We'll hear more about that in section two when Kate from Doughty Street Chambers will give her presentation.

In my own role I am co-president of the intergroup on disabilities in the European Parliament and rapporteur of the Civil Liberties report on the Implementation of the recommendations from the United Nations Convention on the Rights of Persons with Disabilities within the European Union.

You can find a copy of our report on the USB in your pack.

Although the EU has been central in promoting and protecting rights for people with disabilities there is a long way to go.

The UNCRPD has produced a list of issues identified with the operation of the EU in relation to the rights of persons with disabilities.  They have identified serious short fallings in the EU that we then sought to address.

We called on the European Institutions to fully implement the recommendations of the UN committee as soon as possible and to enhance engagement with the sector on as wide a base as possible.
I am delighted to say that my report was overwhelmingly supported by both the committee and the European Parliament and will inform EU policy making in relation to disabilities in the future.

It has taken decades to build rights and protections, to put people at the centre of policies, whether at a European level or indeed here.
We had to fight for section 75 legislation locally and we have to fight to ensure national governments implement the requirements as agreed through European cooperation.

Brexit will take us backwards.
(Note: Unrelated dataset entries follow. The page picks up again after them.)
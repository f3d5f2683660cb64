package rules

import (
	"cmp"
	"fmt"
	"math"
	"strings"

	"dextral/core/convention"
	"dextral/core/matrix"
	"dextral/core/tolerance"
)

// rewritten says in words how the numbers of a value were rewritten, if it is one
// of the ways in which people rewrite them; "" if not, or if they are the same.
func rewritten(a, b *Value) string {
	if a.Form != b.Form || sameText(a, b) || !finite(a) || !finite(b) {
		return ""
	}
	switch a.Form {
	case convention.Quaternion:
		return rewrittenFour(halves(a), halves(b), b.Claims.Scalar())
	case convention.Angles, convention.RotationVector:
		return rewrittenThree(halves(a), halves(b))
	case convention.Rotation, convention.Transform, convention.AxisMap:
		return rewrittenMatrix(a, b)
	}
	return ""
}

// written is a number and how far it may be from what was meant.
type written struct{ value, half float64 }

// halves gives the numbers of a value the precision of their digits, and
// float32's where they have more.
func halves(v *Value) []written {
	list := make([]written, len(v.Numbers))
	for i, n := range v.Numbers {
		list[i] = written{value: n.Value, half: math.Abs(n.Value) * 0x1p-23}
		if read, ok := tolerance.Read(n.Text); ok && !read.Integer() {
			list[i].half = max(list[i].half, read.Half)
		}
	}
	return list
}

// is reports whether q is p times f, as far as digits tell. Where f changes a sign
// only, one is the other or rounds it; else both are rounded.
func (p written) is(q written, f float64) bool {
	slack := p.half*math.Abs(f) + q.half
	if math.Abs(f) == 1 {
		slack = max(p.half, q.half)
	}
	return math.Abs(p.value*f-q.value) <= slack*(1+1e-9)
}

// all reports whether b[i] is a[order[i]] with the given signs, all scaled.
func all(a, b []written, order []int, signs []float64, f float64) bool {
	for i := range b {
		if !a[order[i]].is(b[i], signs[i]*f) {
			return false
		}
	}
	return true
}

var (
	inOrder = []int{0, 1, 2, 3}
	toLast  = []int{1, 2, 3, 0} // what stood first stands last
	toFirst = []int{3, 0, 1, 2}
	plus    = []float64{1, 1, 1, 1}
	minus   = []float64{-1, -1, -1, -1}
)

// orders are the ways in which the places of a quaternion's numbers change.
var orders = []struct {
	order []int
	text  string
}{
	{inOrder, ""},
	{toLast, "the first of the four numbers moved to the end"},
	{toFirst, "the last of the four numbers moved to the front"},
	{[]int{3, 2, 1, 0}, "the four numbers are in the opposite order"},
}

// rewrittenFour compares quaternions, of which the new one is said to have its
// scalar at a place, or at none.
func rewrittenFour(a, b []written, scalar convention.ScalarPlace) string {
	for _, o := range orders {
		switch {
		case all(a, b, o.order, plus, 1):
			return cmp.Or(o.text, "other digits of the same numbers")
		case all(a, b, o.order, minus, 1):
			return joined(o.text, "all four signs are reversed")
		}
		for i := range 4 {
			signs := []float64{1, 1, 1, 1}
			signs[i] = -1
			one := all(a, b, o.order, signs, 1)
			for j := range signs {
				signs[j] = -signs[j]
			}
			if one || all(a, b, o.order, signs, 1) {
				return joined(o.text, signWords(i, one, scalar))
			}
		}
	}
	was, is := length(a), length(b)
	if was > 0 && all(a, b, inOrder, plus, is/was) {
		return fmt.Sprintf("the norm was %.6g and is %.6g", was, is)
	}
	return ""
}

func joined(a, b string) string {
	if a == "" {
		return b
	}
	return a + ", and " + b
}

// signWords says that the sign of one number, or those of all others, were
// reversed: the conjugate, if that one is the scalar.
func signWords(i int, one bool, scalar convention.ScalarPlace) string {
	first, last := i == 0 && scalar != convention.ScalarLast, i == 3 && scalar != convention.ScalarFirst
	text := fmt.Sprintf("the signs of all numbers but number %d are reversed", i+1)
	if one {
		text = fmt.Sprintf("the sign of number %d is reversed", i+1)
	}
	switch {
	case (first || last) && scalar != convention.ScalarUnstated:
		return text + ": the conjugate, so that the direction is reversed"
	case first:
		return text + ": the conjugate, if the scalar stands first"
	case last:
		return text + ": the conjugate, if the scalar stands last"
	}
	return text
}

func length(x []written) float64 {
	sum := 0.0
	for _, p := range x {
		sum = math.Hypot(sum, p.value)
	}
	return sum
}

func rewrittenThree(a, b []written) string {
	const degree = math.Pi / 180
	switch order := []int{0, 1, 2}; {
	case all(a, b, order, plus, 1):
		return "other digits of the same numbers"
	case all(a, b, order, plus, degree):
		return "the numbers went from degrees to radians"
	case all(a, b, order, plus, 1/degree):
		return "the numbers went from radians to degrees"
	case all(a, b, order, minus, 1):
		return "all signs are reversed"
	}
	for _, order := range [][]int{{2, 1, 0}, {1, 2, 0}, {2, 0, 1}, {1, 0, 2}, {0, 2, 1}} {
		if all(a, b, order, plus, 1) {
			return fmt.Sprintf("the three numbers changed places: number %d stands first, then number %d, then number %d", order[0]+1, order[1]+1, order[2]+1)
		}
	}
	for i := range 3 {
		signs := []float64{1, 1, 1}
		signs[i] = -1
		if all(a, b, []int{0, 1, 2}, signs, 1) {
			return fmt.Sprintf("the sign of number %d is reversed", i+1)
		}
	}
	return ""
}

// rewrittenMatrix compares the 3x3 parts.
func rewrittenMatrix(a, b *Value) string {
	m, okA := a.rotationPart()
	n, okB := b.rotationPart()
	if !okA || !okB {
		return ""
	}
	near := func(x, y matrix.Mat3) bool {
		return x.Sub(y).Norm() <= 3*(a.precision().Half+b.precision().Half)+1e-6 // nine entries, each off by both roundings
	}
	switch {
	case near(m, n):
		if a.Form == convention.Transform {
			return "" // the translation, or digits
		}
		return "other digits of the same numbers"
	case near(m.Transpose(), n):
		return "transposed" + inverseTranslation(a, b)
	}
	for i, x := range [...]string{"first", "second", "third"} {
		for _, side := range [...]string{"row", "column"} {
			flipped := m
			for j := range 3 {
				if side == "row" {
					flipped[i][j] = -m[i][j]
				} else {
					flipped[j][i] = -m[j][i]
				}
			}
			if near(flipped, n) {
				return fmt.Sprintf("the signs of the %s %s are reversed", x, side)
			}
		}
	}
	return exchanged(m, n, near)
}

func exchanged(m, n matrix.Mat3, near func(x, y matrix.Mat3) bool) string {
	for _, p := range [][2]int{{0, 1}, {1, 2}, {0, 2}} {
		rows := m
		rows[p[0]], rows[p[1]] = m[p[1]], m[p[0]]
		if near(rows, n) {
			return fmt.Sprintf("rows %d and %d changed places", p[0]+1, p[1]+1)
		}
		cols := m.Transpose()
		cols[p[0]], cols[p[1]] = cols[p[1]], cols[p[0]]
		if near(cols.Transpose(), n) {
			return fmt.Sprintf("columns %d and %d changed places", p[0]+1, p[1]+1)
		}
	}
	return ""
}

// inverseTranslation says whether the translation went along when a rigid
// transform was transposed: the inverse has -R^T t.
func inverseTranslation(a, b *Value) string {
	t, slackA, okA := a.translation()
	u, slackB, okB := b.translation()
	m, ok := a.rotationPart()
	if !okA || !okB || !ok {
		return ""
	}
	if u.Add(m.Transpose().Apply(t)).Norm() <= 3*(slackA+slackB)+a.tolerance()*t.Norm() {
		return ", and the translation with it: the inverse"
	}
	return ", the translation left as it was or another"
}

// leaf is the last part of a key.
func leaf(key string) string { return key[strings.LastIndexByte(key, '.')+1:] }

// parent is a key without its last part.
func parent(key string) string {
	if at := strings.LastIndexByte(key, '.'); at >= 0 {
		return key[:at]
	}
	return ""
}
Brexit will enable the British government to tear it up, start again, and who will they seek to benefit?

Recent developments show how important your opinion is and even more importantly, how vital it is that you express it.

The Taoiseach has initiated an all-Ireland ‘conversation’ on Brexit.
In that forum we are promoting achievable measures in order to protect all that I have outlined above.

All Irish voices in this debate must be shouting about securing designated special status for the North. 

That threatens no ones constitutional preference and this State, as a continuing member of the EU, has the right and in our view the obligation, to bring forward such a proposal.

The people of the north voted to remain and we need to raise our voices and demand that our vote is fully recognized and respected.
We need to remain in the EU, get rid of the negative and build on the positive. We need to Unite for Rights!